EXTRACTED MATERIAL:
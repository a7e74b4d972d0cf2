// The words of the checks: diode kinds, the datasheet rating keys (as product.md fixes
// them) and how each is shown. One place, read by directives, pnlint.json, ratings and
// the reports.

export const DIODE_KINDS = ['led', 'zener', 'schottky', 'rectifier', 'signal'] as const;
export type DiodeKind = (typeof DIODE_KINDS)[number];

/** How a kind is named in messages. */
export const KIND_NAMES: Readonly<Record<DiodeKind, string>> = {
  led: 'LED',
  zener: 'zener diode',
  schottky: 'Schottky diode',
  rectifier: 'rectifier diode',
  signal: 'small-signal diode',
};

/** A kind's name opening a sentence: "Small-signal diode D4 carries …". */
export function kindNameOpening(kind: DiodeKind): string {
  const name = KIND_NAMES[kind];
  return name.charAt(0).toUpperCase() + name.slice(1);
}

export const DIODE_RATING_KEYS = ['vrrm', 'if', 'ifsm', 'pd', 'vz', 'izt', 'izk', 'izm'] as const;
export type DiodeRatingKey = (typeof DIODE_RATING_KEYS)[number];

export const RESISTOR_RATING_KEYS = ['p', 'tol'] as const;
export type ResistorRatingKey = (typeof RESISTOR_RATING_KEYS)[number];

export type RatingKey = DiodeRatingKey | ResistorRatingKey;

/** The datasheet symbol and the unit of each rating key. */
export const RATING_SYMBOLS: Readonly<Record<RatingKey, { symbol: string; unit: string; meaning: string }>> = {
  vrrm: { symbol: 'VRRM', unit: 'V', meaning: 'repetitive peak reverse voltage' },
  if: { symbol: 'IF', unit: 'A', meaning: 'continuous forward current' },
  ifsm: { symbol: 'IFSM', unit: 'A', meaning: 'non-repetitive surge forward current' },
  pd: { symbol: 'PD', unit: 'W', meaning: 'power dissipation' },
  vz: { symbol: 'VZ', unit: 'V', meaning: 'zener voltage' },
  izt: { symbol: 'IZT', unit: 'A', meaning: 'zener test current' },
  izk: { symbol: 'IZK', unit: 'A', meaning: 'minimum regulating (knee) current' },
  izm: { symbol: 'IZM', unit: 'A', meaning: 'maximum zener current' },
  p: { symbol: 'P', unit: 'W', meaning: 'power rating' },
  tol: { symbol: 'tolerance', unit: '%', meaning: 'value tolerance' },
};

export function isDiodeKind(text: string): text is DiodeKind {
  return (DIODE_KINDS as readonly string[]).includes(text);
}

export function isDiodeRatingKey(text: string): text is DiodeRatingKey {
  return (DIODE_RATING_KEYS as readonly string[]).includes(text);
}

export function isResistorRatingKey(text: string): text is ResistorRatingKey {
  return (RESISTOR_RATING_KEYS as readonly string[]).includes(text);
}
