// Ratings and kinds, merged in issue 4's order (later wins): the generic part-class
// library → the model's BV → pnlint.json (model, then instance) → `*pnlint: rating` on the
// model → on the instance. Each value keeps where it came from.
import type { Circuit, Diode, Model, Resistor } from '../netlist/circuit.js';
import type { WorkspaceConfig } from '../config.js';
import type { Settings } from '../settings.js';
import { formatPercent, formatQuantity } from '../units.js';
import type { Directives, RatedValue, RatingAssignment } from './directives.js';
import { PART_CLASSES } from './library.js';
import { describeLine, type ValueSource } from './provenance.js';
import { KIND_NAMES, RATING_SYMBOLS, type DiodeKind, type DiodeRatingKey, type RatingKey } from './vocabulary.js';

export type DiodeRatings = Partial<Record<DiodeRatingKey, RatedValue>>;

export interface ResistorRatings {
  power: RatedValue;
  tolerance?: RatedValue;
}

/** Rating layers for one element, in merge order. */
interface Layer {
  kind?: { value: DiodeKind; source: ValueSource };
  values: Partial<Record<RatingKey, RatedValue>>;
}

/** The rating layers of pnlint.json and the directives, by target, built once per check. */
interface LayerIndex {
  /** pnlint.json ratings by lower-cased target (a model or an instance name). */
  config: Map<string, Layer[]>;
  /** Directive ratings on a model, by its key in `circuit.models`. */
  models: Map<string, Layer[]>;
  /** Directive ratings on an element, by its name as written. */
  elements: Map<string, Layer[]>;
}

const layerIndexes = new WeakMap<Directives, { config: WorkspaceConfig | undefined; index: LayerIndex }>();
/** Each model's key in `circuit.models`, per circuit. */
const modelKeys = new WeakMap<Circuit, Map<Model, string>>();

function push<K>(map: Map<K, Layer[]>, key: K, layer: Layer): void {
  const list = map.get(key);
  if (list) list.push(layer);
  else map.set(key, [layer]);
}

function layerIndex(directives: Directives, config: WorkspaceConfig | undefined): LayerIndex {
  const cached = layerIndexes.get(directives);
  if (cached && cached.config === config) return cached.index;
  const index: LayerIndex = { config: new Map(), models: new Map(), elements: new Map() };
  for (const rating of config?.ratings ?? []) push(index.config, rating.target.toLowerCase(), rating);
  for (const assignment of directives.ratings) {
    if (assignment.target.kind === 'model') push(index.models, assignment.target.key, assignment);
    else if (assignment.target.kind === 'element') push(index.elements, assignment.target.name, assignment);
  }
  layerIndexes.set(directives, { config, index });
  return index;
}

function modelKeyOf(circuit: Circuit, model: Model): string | undefined {
  let keys = modelKeys.get(circuit);
  if (!keys) {
    keys = new Map();
    // The first key of a model, as a search from the start would find it.
    for (const [key, each] of circuit.models) if (!keys.has(each)) keys.set(each, key);
    modelKeys.set(circuit, keys);
  }
  return keys.get(model);
}

/** The pnlint.json and directive layers that apply to a diode, model first, instance last. */
function diodeLayers(circuit: Circuit, diode: Diode, directives: Directives, config: WorkspaceConfig | undefined): Layer[] {
  const index = layerIndex(directives, config);
  const modelName = diode.model.name.toLowerCase();
  const modelKey = modelKeyOf(circuit, diode.model) ?? modelName;
  return [
    ...(index.config.get(modelName) ?? []),
    ...(index.config.get(diode.name.toLowerCase()) ?? []),
    ...(index.models.get(modelKey) ?? []),
    ...(index.elements.get(diode.name) ?? []),
  ];
}

/** The kind given by a directive or pnlint.json, if any (the instance's wins over the model's). */
export function declaredKind(
  circuit: Circuit,
  diode: Diode,
  directives: Directives,
  config: WorkspaceConfig | undefined,
): { value: DiodeKind; source: ValueSource } | undefined {
  let kind: { value: DiodeKind; source: ValueSource } | undefined;
  for (const layer of diodeLayers(circuit, diode, directives, config)) if (layer.kind) kind = layer.kind;
  return kind;
}

export function diodeRatings(
  circuit: Circuit,
  diode: Diode,
  kind: DiodeKind,
  directives: Directives,
  config: WorkspaceConfig | undefined,
): DiodeRatings {
  const ratings: DiodeRatings = {};
  const partClass = PART_CLASSES[kind];
  for (const [key, value] of Object.entries(partClass.ratings) as [DiodeRatingKey, number][]) {
    const ruleOfThumb = partClass.rulesOfThumb?.includes(key) ?? false;
    ratings[key] = {
      value,
      source: ruleOfThumb
        ? { origin: 'rule-of-thumb', description: `rule of thumb for ${KIND_NAMES[kind]}s` }
        : { origin: 'library', description: `typical value for ${partClass.description}` },
    };
  }
  // The model's BV: the reverse limit of a diode, the zener voltage of a zener.
  const breakdown = diode.model.params['bv'];
  if (breakdown !== undefined && breakdown > 0) {
    const source: ValueSource = {
      origin: 'model',
      description: `from BV of model ${diode.model.name} (${describeLine(diode.model.location, circuit.uri)})`,
      location: diode.model.location,
    };
    ratings[kind === 'zener' ? 'vz' : 'vrrm'] = { value: breakdown, source };
  }
  for (const layer of diodeLayers(circuit, diode, directives, config)) {
    for (const [key, rated] of Object.entries(layer.values) as [RatingKey, RatedValue][]) {
      if (key !== 'p' && key !== 'tol') ratings[key] = rated;
    }
  }
  return ratings;
}

export function resistorRatings(
  resistor: Resistor,
  settings: Settings,
  directives: Directives,
  config: WorkspaceConfig | undefined,
): ResistorRatings {
  const ratings: ResistorRatings = {
    power: {
      value: settings.defaultResistorPower,
      source: { origin: 'setting', description: 'default resistor power rating (setting)' },
    },
  };
  if (settings.resistorTolerance > 0) {
    ratings.tolerance = {
      value: settings.resistorTolerance,
      source: { origin: 'setting', description: 'default resistor tolerance (setting)' },
    };
  }
  const index = layerIndex(directives, config);
  const layers: Layer[] = [...(index.config.get(resistor.name.toLowerCase()) ?? []), ...(index.elements.get(resistor.name) ?? [])];
  for (const layer of layers) {
    if (layer.values.p) ratings.power = layer.values.p;
    if (layer.values.tol) ratings.tolerance = layer.values.tol;
  }
  return ratings;
}

/** Texts of ratings already described: a board of a thousand diodes of one part repeats a few (ours: the bound keeps the editor's memory flat). */
const describedRatings = new Map<string, string>();
const MAXIMUM_DESCRIBED_RATINGS = 4096;

/** "VRRM 25 V from directive on line 3", "IF 20 mA (rule of thumb for LEDs)". */
export function describeRating(key: RatingKey, rated: RatedValue): string {
  const cacheKey = `${key}\u0000${rated.value}\u0000${rated.source.description}`;
  const known = describedRatings.get(cacheKey);
  if (known !== undefined) return known;
  if (describedRatings.size >= MAXIMUM_DESCRIBED_RATINGS) describedRatings.clear();
  const text = ratingText(key, rated);
  describedRatings.set(cacheKey, text);
  return text;
}

function ratingText(key: RatingKey, rated: RatedValue): string {
  const { symbol, unit } = RATING_SYMBOLS[key];
  const value = key === 'tol' ? formatPercent(rated.value) : formatQuantity(rated.value, unit);
  const source = rated.source.description;
  const joined = source.startsWith('from ') ? ` ${source}` : ` (${source})`;
  return `${symbol} ${value}${joined}`;
}

/** How many parts in parallel one diode line stands for (`m=`, 1 when not given): a datasheet rating applies to each part. */
export function partsInParallel(diode: Diode): number {
  const multiplier = diode.multiplier;
  return multiplier !== undefined && multiplier > 0 ? multiplier : 1;
}

/** A current or power of the whole line as each part carries it: "16.5 mA per part, m=2 (32.9 mA in all)", or "32.9 mA" for one part. */
export function formatPerPart(diode: Diode, total: number, unit: 'A' | 'W'): string {
  const parts = partsInParallel(diode);
  if (parts === 1) return formatQuantity(total, unit);
  return `${formatQuantity(total / parts, unit)} per part, m=${parts} (${formatQuantity(total, unit)} in all)`;
}
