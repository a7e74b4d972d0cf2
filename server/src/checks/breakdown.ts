// When a diode is in reverse breakdown, for the rules. The solver's `region` marks a junction
// reversed near its BV whose current has left the leakage floor; that is a label of the
// operating point, not a verdict. A rule that calls a diode "driven into breakdown" needs the
// model's own definition of that point: BV is the reverse voltage at which the current is IBV
// (SPICE3 user's manual, Quarles 1989; ngspice 39 places its knee so that the current at −BV
// equals IBV). Below IBV the diode is only approaching its knee, which the derating margin
// speaks for.
import type { Diode } from '../netlist/circuit.js';
import type { DiodeOperatingPoint } from '../sim/types.js';

/** IBV when the model card gives none (SPICE3 user's manual, Quarles 1989: 1 mA; ngspice 39 the same). */
export const DEFAULT_BREAKDOWN_CURRENT = 1e-3;

/** The model's IBV (A). Not scaled by area or `m=`: ngspice 39 carries IBV at −BV whatever the area. */
export function breakdownCurrent(diode: Diode): number {
  const given = diode.model.params['ibv'];
  return given !== undefined && given > 0 ? given : DEFAULT_BREAKDOWN_CURRENT;
}

/** True when the diode is at or beyond its breakdown voltage: in the breakdown region, carrying at least IBV in reverse. */
export function inReverseBreakdown(diode: Diode, point: DiodeOperatingPoint): boolean {
  return point.region === 'breakdown' && -point.current >= breakdownCurrent(diode);
}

WHAT YOU NEED TO DO: Using the records above, list each line that includes "modelName".

SOLVED PROBLEM:
  const modelName = diode.model.name.toLowerCase();
  const modelKey = modelKeyOf(circuit, diode.model) ?? modelName;
    ...(index.config.get(modelName) ?? []),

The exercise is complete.